## REQUIREMENT
Your job with the data below is to output exactly the lines from the one holding "spots.extend([[left, y], [right, y]]);" down to the one holding "inside(spot) && clear(spot))", both included, and no others.

=== RECORDS PROVIDED ===

/// The page around a map: the map at the top left, a legend strip below
/// (92 px tall at scale 1). Returns the canvas, the margin and the legend's
/// scale, which grows with the map so the legend stays readable when the
/// image is shown smaller.
fn frame(maps: &MapData) -> (Canvas, usize, i64) {
    let pad = 12;
    let w = (maps.width as usize + 2 * pad).max(640);
    let s = ((w as f64 / 600.0).round() as usize).max(1);
    let w = w.max(600 * s + 2 * pad);
    let h = maps.height as usize + 2 * pad + 92 * s;
    (Canvas::new(w, h, PAPER), pad, s as i64)
}

/// Outlines and numbers regions given as (number, bbox in image pixels).
/// Tags go where they overlap no tag already drawn ([`place_tag`]), so the
/// numbers of neighbouring regions stay readable.
fn draw_regions(c: &mut Canvas, maps: &MapData, pad: usize, s: i64, regions: &[(usize, [u32; 4])]) {
    let f = maps.factor as f64;
    let mut boxes = Vec::with_capacity(regions.len());
    for &(_, [x, y, w, h]) in regions {
        let rx = pad as i64 + (x as f64 / f).floor() as i64;
        let ry = pad as i64 + (y as f64 / f).floor() as i64;
        let rw = (((x + w) as f64 / f).ceil() as i64 - (x as f64 / f).floor() as i64).max(1);
        let rh = (((y + h) as f64 / f).ceil() as i64 - (y as f64 / f).floor() as i64).max(1);
        c.outline(rx, ry, rw, rh, 2, [255; 3]);
        c.outline(rx - 2, ry - 2, rw + 4, rh + 4, 1, OUTLINE);
        c.outline(rx, ry, rw, rh, 1, OUTLINE);
        boxes.push([rx, ry, rw, rh]);
    }
    // Tags after all outlines, so no outline cuts through a number.
    let area = [0, 0, c.w as i64, (maps.height as usize + 2 * pad) as i64];
    let mut placed: Vec<[i64; 4]> = Vec::with_capacity(regions.len());
    for (&(n, _), &region) in regions.iter().zip(&boxes) {
        let tag = format!("{n}");
        let size = [text_width(&tag, s) + 3 * s, 11 * s];
        let [tx, ty] = place_tag(region, size, area, &placed);
        c.fill(tx, ty, size[0], size[1], OUTLINE);
        c.text(tx + 2 * s, ty + 2 * s, s, &tag, [255; 3]);
        placed.push([tx, ty, size[0], size[1]]);
    }
}

/// Where the number tag of `region` ([x, y, w, h]) of `size` [w, h] goes:
/// the first spot, in order of nearness, that lies inside `area` and keeps
/// a pixel clear of every tag in `placed`. Spots: above the box at its left
/// edge, below it, at its right edge above and below, then rows stacked
/// further up and down. Where all are taken (a crowd of tiny regions), the
/// first spot inside `area`.
fn place_tag(region: [i64; 4], size: [i64; 2], area: [i64; 4], placed: &[[i64; 4]]) -> [i64; 2] {
    let [rx, ry, rw, rh] = region;
    let [tw, th] = size;
    let (left, right) = (rx - 2, rx + rw + 2 - tw);
    let (above, below) = (ry - th - 2, ry + rh + 3);
    let mut spots = vec![[left, above], [left, below], [right, above], [right, below]];
    for k in 1..=4 {
        for y in [above - k * (th + 1), below + k * (th + 1)] {
            spots.extend([[left, y], [right, y]]);
        }
    }
    let inside = |&[x, y]: &[i64; 2]| x >= area[0] && y >= area[1] && x + tw <= area[0] + area[2] && y + th <= area[1] + area[3];
    let clear = |&[x, y]: &[i64; 2]| {
        placed
            .iter()
            .all(|p| x + tw < p[0] || p[0] + p[2] < x || y + th < p[1] || p[1] + p[3] < y)
    };
    spots
        .iter()
        .find(|spot| inside(spot) && clear(spot))
        .or_else(|| spots.iter().find(|spot| inside(spot)))
        .copied()
        .unwrap_or([
            left.clamp(area[0], (area[0] + area[2] - tw).max(area[0])),
            below.clamp(area[1], (area[1] + area[3] - th).max(area[1])),
        ])
}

===

## RESPONSE FOR THIS EXERCISE
            spots.extend([[left, y], [right, y]]);
        }
    }
    let inside = |&[x, y]: &[i64; 2]| x >= area[0] && y >= area[1] && x + tw <= area[0] + area[2] && y + th <= area[1] + area[3];
    let clear = |&[x, y]: &[i64; 2]| {
        placed
            .iter()
            .all(|p| x + tw < p[0] || p[0] + p[2] < x || y + th < p[1] || p[1] + p[3] < y)
    };
    spots
        .iter()
        .find(|spot| inside(spot) && clear(spot))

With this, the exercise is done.